== Aim of the exercise ==
Going through the data below, find how many lines include the word "before", and reply with that number alone.

== Saved entries ==
// removeLock releases the lock and removes what the lock left: its file
// (removed while held, so that no other run takes a lock on it: see
// lockOutput) and the folders lockOutput made that are still empty (a
// refused or failed run into a new folder leaves none). Once; an
// interrupt that stops the command calls it too.
func (l *outputLock) removeLock() {
	if l == nil {
		return
	}
	l.release.Do(func() {
		l.tempMu.Lock()
		for _, d := range l.temps {
			removeTemp(d)
		}
		l.tempMu.Unlock()
		if l.f == nil {
			return
		}
		if isFileAt(l.f, l.path) {
			os.Remove(l.path)
		}
		unlockFile(l.f)
		l.f.Close()
		for _, d := range l.made {
			if os.Remove(d) != nil {
				break // not empty: the outputs, or another run's lock
			}
		}
	})
}

// afterTemp, when set (by tests), is called after each temporary file is
// written.
var afterTemp func()

// writeFiles writes every file into dir all or nothing: each goes to a new
// temporary file in dir (created exclusively, so no symlink is followed),
// is synced, and only when all are written are they renamed into place
// (entries under the names that are not regular files were refused
// before, notPlainFiles).
// On a failure before the renames the folder keeps what it had. names
// gives the order of the renames; the last one marks a complete run.
func writeFiles(dir string, names []string, files map[string][]byte) error {
	for _, n := range names {
		if n == "" || n != filepath.Base(n) || strings.HasPrefix(n, ".") {
			return fmt.Errorf("output file name %q is not a plain file name", n)
		}
	}
	tmp := make([]string, 0, len(names))
	defer func() {
		for _, t := range tmp {
			os.Remove(t)
		}
	}()
	for _, n := range names {
		f, err := os.CreateTemp(dir, "."+n+".tmp-*")
		if err != nil {
			return fmt.Errorf("writing %s: %w", filepath.Join(dir, n), err)
		}
		tmp = append(tmp, f.Name())
		_, err = f.Write(files[n])
		if err == nil {
			err = f.Sync()
		}
		if cerr := f.Close(); err == nil {
			err = cerr
		}
		if err == nil {
			err = os.Chmod(f.Name(), 0o644)
		}
		if err != nil {
			return fmt.Errorf("writing %s: %w (the previous outputs in %s are unchanged)", filepath.Join(dir, n), err, dir)
		}
		if afterTemp != nil {
			afterTemp()
		}
	}
	for i, n := range names {
		if err := os.Rename(tmp[i], filepath.Join(dir, n)); err != nil {
			return fmt.Errorf("writing %s: %w", filepath.Join(dir, n), err)
		}
	}
	tmp = nil
	if d, err := os.Open(dir); err == nil {
		d.Sync()
		d.Close()
	}
	return nil
}

// recordFile is the record a run leaves in its output folder: what
// produced the outputs and the SHA-256 of each (runner.RunJSON).
const recordFile = "run.json"

// claimOutput locks the output folder (lockOutput) and checks at once,
// before any data row is read or fitted, the outputs whose names are known
// before the run computes (fixed) and the record, run.json: a file there
// under one of these names that no earlier run left as it is stops the
// run (O4, O5). Names known only from the results are checked again when
// written (writeOutputs).
//
// An output folder holds one command's outputs: a run.json there that
// another command wrote (command, the one claiming, is run, rehearse or
// power) stops it too, so that one command's outputs never remove or
// replace another's (O6). A record written before the command was kept
// is a run's or a rehearsal's (power kept none).
//
// From then until Unlock an interrupt (Ctrl-C, SIGTERM, SIGHUP) stops the command
// with one line on stderr saying what the folder holds (interruptWatch);
// one arriving while the outputs are written is held until the folder is
// complete (commit).
func claimOutput(dir, command string, fixed []string, stderr io.Writer) (*outputLock, error) {
	lock, err := lockOutput(dir)
	if err != nil {
		return nil, err
	}
	if prev, ok := previousMaker(dir); ok && prev != command && (prev != "" || command == "power") {
		lock.Unlock()
		if prev == "" {
			prev = "run or rehearse"
		}
		return nil, fmt.Errorf("output folder %s: it holds the outputs of ordplan %s (its run.json says so); ordplan %s does not replace or remove them: give another --out, or move them away", dir, prev, command)
	}
	if err := notPlainFiles(dir, slices.Concat(fixed, []string{recordFile})); err != nil {
		lock.Unlock()
		return nil, err
	}
	removeTemporaries(dir)
	if mine := usersFiles(dir, slices.Concat(fixed, []string{recordFile}), nil); len(mine) > 0 {
		lock.Unlock()
		return nil, usersFilesError(dir, mine)
	}
	prev, _ := previousRecord(dir)
	lock.w = watchInterrupts(command, dir, prev != nil, stderr, lock.removeLock)
	lock.w.madeFolder = len(lock.made) > 0
	return lock, nil
}

// writeRun writes a run's or a rehearsal's files with its run.json (see
// writeOutputs).
func writeRun(lock *outputLock, r *runner.Result, command, dir string, files map[string][]byte) error {
	return writeOutputs(lock, dir, files, func(files map[string][]byte) ([]byte, error) {
		return runner.RunJSON(r, command, files)
	})
}

// writeOutputs writes a command's files into dir, then run.json, the
// record that record makes of them (with their hashes), all or nothing (see
// writeFiles): a failure leaves the previous run's files as they were, and
// no symlink in dir is written through. A file under an output's name that
// no earlier run left as it is stops the write (usersFiles). The caller
// holds the folder's lock (claimOutput): the writing of the files and the
// removal of the previous run's outputs this run does not write are one
// commit of the folder, during which an interrupt is held (lock.commit).
func writeOutputs(lock *outputLock, dir string, files map[string][]byte, record func(map[string][]byte) ([]byte, error)) error {
	if err := os.MkdirAll(dir, 0o755); err != nil {
		return fmt.Errorf("output directory: %w", err)
	}
	names := make([]string, 0, len(files)+1)
	for n := range files {
		if n == recordFile {
			return fmt.Errorf("an output may not be called %s", recordFile)
		}
		names = append(names, n)
	}
	sort.Strings(names)
	seen := map[string]string{}
	for _, n := range names {
		if prev, dup := seen[strings.ToLower(n)]; dup {
			return fmt.Errorf("outputs %s and %s differ only in letter case; on some file systems one would replace the other", prev, n)
		}
		seen[strings.ToLower(n)] = n
	}
	b, err := record(files)
	if err != nil {
		return err
	}
	all := make(map[string][]byte, len(files)+1)
	for n, c := range files {
		all[n] = c
	}
	all[recordFile] = b
	names = append(names, recordFile)
	if err := notPlainFiles(dir, names); err != nil {
		return err
	}
	if mine := usersFiles(dir, names, files); len(mine) > 0 {
		return usersFilesError(dir, mine)
	}
	stale := staleOutputs(dir, all)
	replaced := replacedOutputs(dir, all)
	return lock.commit(func() error {
		kept, unkeep := "", func() {}
		if len(replaced) > 0 {
			var err error
			if kept, unkeep, err = keepEarlier(dir, replaced); err != nil {
				return err
			}
		}
		if err := writeFiles(dir, names, all); err != nil {
			unkeep() // the earlier run is still in place
			return err
		}
		if kept != "" && lock != nil && lock.w != nil {
			fmt.Fprintf(lock.w.stderr, "ordplan %s: output folder %s held an earlier run whose outputs differ from this run's: %s; kept them in %s (%s lists what changed)\n",
				lock.w.command, dir, recordChange(kept, all[recordFile]), kept, commandLine([]string{"--previous", kept}))
		}
		// Files the previous run listed and this one does not write (the
		// predictions of an outcome no longer predicted) would sit beside
		// the new run.json as if they were its own: remove them.
		for _, n := range stale {
			os.Remove(filepath.Join(dir, n))
		}
		return nil
	})
}

// tempName matches the temporary files writeFiles makes (os.CreateTemp
// with the pattern "."+name+".tmp-*": a dot, the output's name, ".tmp-"
// and digits).
var tempName = regexp.MustCompile(`^\.[^/]+\.tmp-[0-9]+$`)

// removeTemporaries removes the temporary files an earlier run in dir left
// when it was killed (SIGKILL, a power cut) before it renamed them into
// place: regular files named as writeFiles names them. The caller holds
// the folder's lock, so no run is writing them.
func removeTemporaries(dir string) {
	entries, err := os.ReadDir(dir)
	if err != nil {
		return
	}
	for _, e := range entries {
		if e.Type().IsRegular() && tempName.MatchString(e.Name()) {
			os.Remove(filepath.Join(dir, e.Name()))
		}
	}
}

// notPlainFiles refuses entries in dir under an output's name that are not
// regular files (O1): a symlink, a folder, a device. ordplan writes only
// regular files, so such an entry is the user's own; replacing a symlink
// would lose the link (the rename replaces it, never its target), and a
// folder would stop the renames half way. Checked before any file is
// written, so the folder keeps what it had.
func notPlainFiles(dir string, names []string) error {
	var odd []string
	for _, n := range names {
		fi, err := os.Lstat(filepath.Join(dir, n))
		if err != nil || fi.Mode().IsRegular() {
			continue
		}
		kind := "not a regular file"
		switch {
		case fi.Mode()&os.ModeSymlink != 0:
			kind = "a symbolic link"
			if target, err := os.Readlink(filepath.Join(dir, n)); err == nil {
				kind += " (to " + target + ")"
			}
		case fi.IsDir():
			kind = "a folder"
		}
		odd = append(odd, n+" is "+kind)
	}
	if len(odd) == 0 {
		return nil
	}
	sort.Strings(odd)
	return fmt.Errorf("output folder %s: %s; ordplan writes its outputs as plain files and does not replace what it did not write: move %s away, or give another --out",
		dir, words.AndList(odd), map[bool]string{true: "it", false: "them"}[len(odd) == 1])
}

// usersFilesError is the refusal to replace the user's files: O4 where
// the folder's run.json records other contents for them, or none; O7 where
// the folder has no run.json at all, so that the files may be an earlier
// ordplan's outputs made before it kept the record (ordplan power's were)
// or the user's own.
func usersFilesError(dir string, mine []string) error {
	names := words.AndList(mine)
	// The words that follow the number of files: one, or several.
	w := struct{ is, they, them, file, output, old string }{"is", "it", "it", "your own file", "an output", "an old output"}
	if len(mine) > 1 {
		w.is, w.they, w.them, w.file, w.output, w.old = "are", "they", "them", "your own files", "outputs", "old outputs"
	}
	if fi, err := os.Lstat(filepath.Join(dir, recordFile)); err != nil || !fi.Mode().IsRegular() {
		return fmt.Errorf("output folder %s: holds %s but no %s (the record ordplan keeps of the outputs it writes), so %s %s %s, or %s of an earlier ordplan that kept no record; ordplan does not overwrite %s: move %s away (or delete %s if %s %s you no longer need), or give another --out",
			dir, names, recordFile, w.they, w.is, w.file, w.output, w.them, w.them, w.them, w.they, w.is+" "+w.old)
	}
	return fmt.Errorf("output folder %s: %s %s not as an earlier ordplan run there left %s (%s, or %s changed since); ordplan does not overwrite %s: move %s away, or give another --out",
		dir, names, w.is, w.them, w.file, w.output, w.them, w.them)
}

== Result for this exercise ==
8